Hmm, so some people have a HUGE variation in weight (67 lbs std is a lot). Lets see if that is correlated with Age. So lets put it in with the Age at thier first visit.
Hmmm, it won't let us put them together saying "Length of values does not match length of index" ... Implying that the two items don't match properly. Since this is a common issue, Pandas has a way to deal with this. Called, "merge".
Hmmm, what's going on with that Weight_x, Weight_y? It comes when doing a 'merge' and the two DataFrames have columns with the same name.
So we can rename the column in one and then it will work fine.

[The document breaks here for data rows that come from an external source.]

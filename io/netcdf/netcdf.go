package netcdf

import (
	"bytes"
	"encoding/binary"
	"errors"
	"fmt"
	"math"
	"sort"
	"strconv"
	"strings"

	"barygrid/grid"
)

// ErrFormat reports a file this reader cannot take; ErrFill, fill or
// missing values that Settings.FillAsZero would read as zero.
var (
	ErrFormat = errors.New("netcdf")
	ErrFill   = fmt.Errorf("%w: fill or missing value", ErrFormat)
)

// Settings choose what to read. The zero value reads the only 2-D-capable
// variable, slice 0 along leading dimensions, and refuses fill values.
type Settings struct {
	// Variable names the variable; empty means the only variable with at
	// least two dimensions that is not a coordinate variable.
	Variable string
	// Index fixes the dimensions other than the last two, by name; those
	// not given are taken at 0 when they have length 1, else an error.
	Index map[string]int
	// FillAsZero maps fill and missing values to zero instead of refusing
	// them.
	FillAsZero bool
	// Limits bound the slice's size before anything is allocated.
	Limits grid.ReadLimits
	// Degrees keeps latitude-longitude coordinates in degrees; by default
	// they are converted to km at the domain's centre latitude.
	Degrees bool
}

// Info says what was read.
type Info struct {
	Variable string
	Dims     []string // of the variable, slowest first
	Units    string   // the variable's units attribute
	// PixelUnit is the unit of the pixel size: the coordinates' units, or
	// km when latitude-longitude degrees were converted.
	PixelUnit string
	// Note explains a conversion (degrees to km) or why the pixel size is
	// the default.
	Note string
	// Planes is the number of 2-D slices along the leading dimensions.
	Planes int
}

type dim struct {
	name   string
	length int64
}

type attr struct {
	name   string
	typ    int
	values []float64
	text   string
}

type variable struct {
	name   string
	dims   []int
	attrs  []attr
	typ    int
	vsize  int64
	begin  int64
	record bool
}

type file struct {
	version  byte
	numrecs  int64
	dims     []dim
	vars     []variable
	recsize  int64
	data     []byte
	attrText map[string]string
}

type reader struct {
	b       []byte
	p       int
	version byte
	err     error
}

func (r *reader) need(n int) bool {
	if r.err != nil {
		return false
	}
	if n < 0 || r.p+n > len(r.b) {
		r.err = fmt.Errorf("%w: truncated header", ErrFormat)
		return false
	}
	return true
}

func (r *reader) u32() int64 {
	if !r.need(4) {
		return 0
	}
	v := binary.BigEndian.Uint32(r.b[r.p:])
	r.p += 4
	return int64(v)
}

func (r *reader) u64() int64 {
	if !r.need(8) {
		return 0
	}
	v := binary.BigEndian.Uint64(r.b[r.p:])
	r.p += 8
	if v > math.MaxInt64/2 {
		r.err = fmt.Errorf("%w: a size of %d in the header", ErrFormat, v)
		return 0
	}
	return int64(v)
}

// count reads a non-negative count: 4 bytes, 8 in CDF-5.
func (r *reader) count() int64 {
	if r.version == 5 {
		return r.u64()
	}
	return r.u32()
}

func (r *reader) name() string {
	n := r.count()
	if n > 1<<16 {
		r.err = fmt.Errorf("%w: a name of %d bytes", ErrFormat, n)
		return ""
	}
	pad := int((n + 3) / 4 * 4)
	if !r.need(pad) {
		return ""
	}
	s := string(r.b[r.p : r.p+int(n)])
	r.p += pad
	return s
}

var typeSize = map[int]int{1: 1, 2: 1, 3: 2, 4: 4, 5: 4, 6: 8, 7: 1, 8: 2, 9: 4, 10: 8, 11: 8}

// decode reads n values of type typ at b.
func decode(b []byte, typ int, n int) []float64 {
	out := make([]float64, n)
	for i := range out {
		switch typ {
		case 1:
			out[i] = float64(int8(b[i]))
		case 2, 7:
			out[i] = float64(b[i])
		case 3:
			out[i] = float64(int16(binary.BigEndian.Uint16(b[2*i:])))
		case 4:
			out[i] = float64(int32(binary.BigEndian.Uint32(b[4*i:])))
		case 5:
			out[i] = float64(math.Float32frombits(binary.BigEndian.Uint32(b[4*i:])))
		case 6:
			out[i] = math.Float64frombits(binary.BigEndian.Uint64(b[8*i:]))
		case 8:
			out[i] = float64(binary.BigEndian.Uint16(b[2*i:]))
		case 9:
			out[i] = float64(binary.BigEndian.Uint32(b[4*i:]))
		case 10:
			out[i] = float64(int64(binary.BigEndian.Uint64(b[8*i:])))
		case 11:
			out[i] = float64(binary.BigEndian.Uint64(b[8*i:]))
		}
	}
	return out
}

func (r *reader) attrs() []attr {
	tag, n := r.u32(), r.count()
	if tag == 0 && n == 0 {
		return nil
	}
	if tag != 0x0C || n > 1<<16 {
		r.err = fmt.Errorf("%w: bad attribute list", ErrFormat)
		return nil
	}
	var out []attr
	for i := int64(0); i < n && r.err == nil; i++ {
		a := attr{name: r.name(), typ: int(r.u32())}
		cnt := r.count()
		sz, ok := typeSize[a.typ]
		if !ok || cnt > int64(len(r.b)) {
			r.err = fmt.Errorf("%w: attribute %q has type %d or %d values", ErrFormat, a.name, a.typ, cnt)
			return nil
		}
		nb := int(cnt) * sz
		pad := (nb + 3) / 4 * 4
		if !r.need(pad) {
			return nil
		}
		if a.typ == 2 {
			a.text = strings.TrimRight(string(r.b[r.p:r.p+nb]), "\x00")
		} else {
			a.values = decode(r.b[r.p:], a.typ, int(cnt))
		}
		r.p += pad
		out = append(out, a)
	}
	return out
}

// parse reads the header and checks every variable's data lies in the file.
func parse(data []byte) (*file, error) {
	if bytes.HasPrefix(data, []byte("\x89HDF\r\n\x1a\n")) {
		return nil, fmt.Errorf("%w: this is NetCDF-4 (HDF5); convert it to classic with the NetCDF tools, for example: nccopy -k cdf5 IN.nc OUT.nc", ErrFormat)
	}
	if len(data) < 4 || string(data[:3]) != "CDF" {
		return nil, fmt.Errorf("%w: not a NetCDF file", ErrFormat)
	}
	v := data[3]
	if v != 1 && v != 2 && v != 5 {
		return nil, fmt.Errorf("%w: unknown NetCDF version %d", ErrFormat, v)
	}
	r := &reader{b: data, p: 4, version: v}
	f := &file{version: v, data: data}
	f.numrecs = r.count()
	if v != 5 && f.numrecs == 0xFFFFFFFF {
		return nil, fmt.Errorf("%w: streaming files (record count unknown) are not supported", ErrFormat)
	}
	tag, n := r.u32(), r.count()
	if !(tag == 0 && n == 0) {
		if tag != 0x0A || n > 1<<16 {
			return nil, fmt.Errorf("%w: bad dimension list", ErrFormat)
		}
		for i := int64(0); i < n && r.err == nil; i++ {
			f.dims = append(f.dims, dim{name: r.name(), length: r.count()})
		}
	}
	gatts := r.attrs()
	_ = gatts
	tag, n = r.u32(), r.count()
	if !(tag == 0 && n == 0) {
		if tag != 0x0B || n > 1<<16 {
			if r.err == nil {
				return nil, fmt.Errorf("%w: bad variable list", ErrFormat)
			}
		}
		for i := int64(0); i < n && r.err == nil; i++ {
			vr := variable{name: r.name()}
			nd := r.count()
			if nd > 64 {
				return nil, fmt.Errorf("%w: variable %q has %d dimensions", ErrFormat, vr.name, nd)
			}
			for j := int64(0); j < nd; j++ {
				id := r.count()
				if id < 0 || id >= int64(len(f.dims)) {
					return nil, fmt.Errorf("%w: variable %q names dimension %d of %d", ErrFormat, vr.name, id, len(f.dims))
				}
				vr.dims = append(vr.dims, int(id))
			}
			vr.attrs = r.attrs()
			vr.typ = int(r.u32())
			if _, ok := typeSize[vr.typ]; !ok && r.err == nil {
				return nil, fmt.Errorf("%w: variable %q has type %d", ErrFormat, vr.name, vr.typ)
			}
			vr.vsize = r.count()
			if v == 1 {
				vr.begin = r.u32()
			} else {
				vr.begin = r.u64()
			}
			vr.record = len(vr.dims) > 0 && f.dims[vr.dims[0]].length == 0
			if vr.record {
				f.recsize += vr.vsize
			}
			f.vars = append(f.vars, vr)
		}
	}
	if r.err != nil {
		return nil, r.err
	}
	// Every variable's data must lie in the file: a truncated file is an
	// error here, whichever slice is asked for.
	for i := range f.vars {
		v := &f.vars[i]
		n := int64(typeSize[v.typ])
		for j, d := range v.dims {
			if v.record && j == 0 {
				continue
			}
			l := f.dimLen(d)
			if l > 0 && n > math.MaxInt64/l {
				return nil, fmt.Errorf("%w: variable %q declares more data than a file can hold", ErrFormat, v.name)
			}
			n *= l
		}
		end := v.begin + n
		if v.record && f.numrecs > 0 {
			end = v.begin + (f.numrecs-1)*f.recsize + n
		}
		if v.begin < 0 || end < v.begin || end > int64(len(data)) {
			return nil, fmt.Errorf("%w: variable %q runs past the end of the file (%d of %d bytes): truncated?", ErrFormat, v.name, end, len(data))
		}
	}
	return f, nil
}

Now we can go back to our earlier question? Does the weight vary more or less with age and does that account for our earlier observations.
Hmm, there's no scatter plot in DataFrame. I wonder if there's another package that does it? Why don't you google 'scatter plot in python'. What is the package in the first few results?
Hmmm, I don't see much of a trend. However, that one patient is WAY out there in terms of weight-control and they're right on the cusp of 50. What happens if we drop them from the analysis. First we have to find them.
If we wanted to drop a patient from a dataset what do you think the method will be?
Hmm, that seemed to help fix the p-value, but not much. I wonder if there's something else we can find.